Make sure plan to further clean air is feasible, effective Dec. 15, 2016

By ORANGE COUNTY REGISTER EDITORIAL BOARD

The South Coast Air Quality Management District is a powerful agency that makes and enforces regulations to meet federal and state clean air standards.

Everyone who has lived in Southern California long enough can tell you that the cleanup of the region’s air is a tremendous success story.

The cost has been considerable. Billions of dollars have been and continue to be spent to replace and retrofit equipment and engines, and high-paying manufacturing jobs have been lost to places where it is less difficult and expensive to operate.

How much more should we spend to achieve further cleanup of the air in the South Coast Air Basin?

The SCAQMD has just released the final draft of its 2016 Air Quality Management Plan — the “legally enforceable blueprint” for meeting federal air quality standards — after a long process of development and public comment. However, it appears that while the form of public process was observed, the substance was sometimes missing.

The plan requires $15 billion in new revenue, but it doesn’t specify who will pay, or how much. One staff suggestion: higher DMV fees.

The plan includes new control measures with key emission reductions identified as “TBD,” or “to be determined.” Organizations representing major sectors of the economy have raised concerns about a plan for regulations with no disclosure of the extent, cost or consequences of required compliance measures.

In a public comment letter signed by the Inland Empire Economic Partnership, the Orange County Business Council and organizations representing the construction and commercial real estate industries, the Southern California Leadership Council called on the air district to drop all “TBD” measures except as areas of future study.
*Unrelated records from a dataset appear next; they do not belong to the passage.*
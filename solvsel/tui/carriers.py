"""Carriers screen: single liquids ranked for the target, and optimised blends.

The constraints on the left bound both lists (use, jurisdiction, the product's
purpose, largest blend, lowest flash point, boiling window, temperature,
liquids left out, solutes to keep out): the form becomes a request of the ``rank`` job
(:mod:`solvsel.jobs.rank`) and one of the ``blend`` job (:mod:`solvsel.jobs.blend`);
the blend search runs in a cancellable thread worker that posts
:class:`BlendProgress` (one bar over every step of the search: the combinations, the
checks, the description of the blends shown) and :class:`BlendDone` messages.  Blends
dropped by a check, and liquids left out of the pool, are listed with their reasons;
the blends' trade-off front is drawn beside them (:mod:`.tradeoff`).  For the selected
liquid or blend, a panel answers whether the target dissolves at its load and whether
the drink stays clear (the ``load`` and ``clarity`` jobs, :mod:`.carrier_checks`).
"""

from __future__ import annotations

import threading
import time

from rich.text import Text
from textual import work
from textual.app import ComposeResult
from textual.binding import Binding
from textual.containers import Horizontal, Vertical, VerticalScroll
from textual.message import Message
from textual.widgets import Button, DataTable, Input, Label, ProgressBar, Select, Static, TabbedContent, TabPane
from textual.worker import Worker, WorkerState, get_current_worker

from . import carrier_checks
from .base import NARROW, BenchScreen
from .limits import NO_PURPOSE, audit_text, purpose_choices, purpose_value
from .widgets import BrailleMap, CautionBox, FollowingTabs, fill_table, shorten
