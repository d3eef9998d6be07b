/** One line saying what a step tells the rig to do, with units, for nodes and lists. */
import type { Command } from "@/machines/schema";

export function commandSummary(c: Command): string {
  switch (c.kind) {
    case "flow":
      return `flow ${c.flow} L/min`;
    case "pressure":
      return c.rise && c.rise !== "0" ? `pressure ${c.target} cmH2O, rise ${c.rise} s` : `pressure ${c.target} cmH2O`;
    case "arm":
      return `arm to ${c.angle}° at ${c.pulseRate} Hz`;
    case "release":
      return "release (valve open)";
    case "hold":
      return "hold still (valve closed)";
  }
}
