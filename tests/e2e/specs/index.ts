/**
 * The spec registry: add your spec file here. Each exports `tests: E2ETest[]` (see ../harness.ts).
 * Run one file with `npm run test:e2e -- --grep <text>` (matches test names).
 */
import type { E2ETest } from "../harness";
import { tests as auth } from "./auth.spec";
import { tests as designer } from "./designer.spec";
import { tests as runs } from "./runs.spec";

export const specs: { file: string; tests: E2ETest[] }[] = [
  { file: "auth.spec.ts", tests: auth },
  { file: "designer.spec.ts", tests: designer },
  { file: "runs.spec.ts", tests: runs },
];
The groups also urged the SCAQMD to adopt “a more robust posture against overly-burdensome and unachievable federal and state air quality mandates,” adding, “Many of the most recent federally imposed criteria air pollution standards are based on scientific (health) justifications that are arguable at best.”

SCAQMD’s draft socioeconomic analysis claims that the 2016 AQMP will create $258.4 billion in public health benefits, mostly from preventing an estimated annual average of 1,800 premature deaths said to be caused by PM2.5, fine particles in the air including dust and soot. But some scientists dispute that. Retired UCLA environmental epidemiologist James Enstrom cited evidence that “the average daily human exposures to PM2.5, ozone, and NOx in the South Coast Air Basin are well below the levels that cause adverse health effects,” and tougher air pollution regulations “are not justified on a public health or socioeconomic basis.”

Other criticisms of the 2016 AQMP came from the Ports of Long Beach and Los Angeles, L.A. County Business Federation (BizFed), the American Trucking Association and John Wayne Airport, but the comments appear to have had little or no effect on the final draft of the AQMP, scheduled to be adopted at a public meeting on Feb. 3.

The 2016 AQMP will have a profound impact on the Southern California economy, affecting job creation in every sector. Now is the time for our elected representatives at the city, county, state and federal level to look closely at this final draft and take responsibility for making sure it’s both feasible and effective.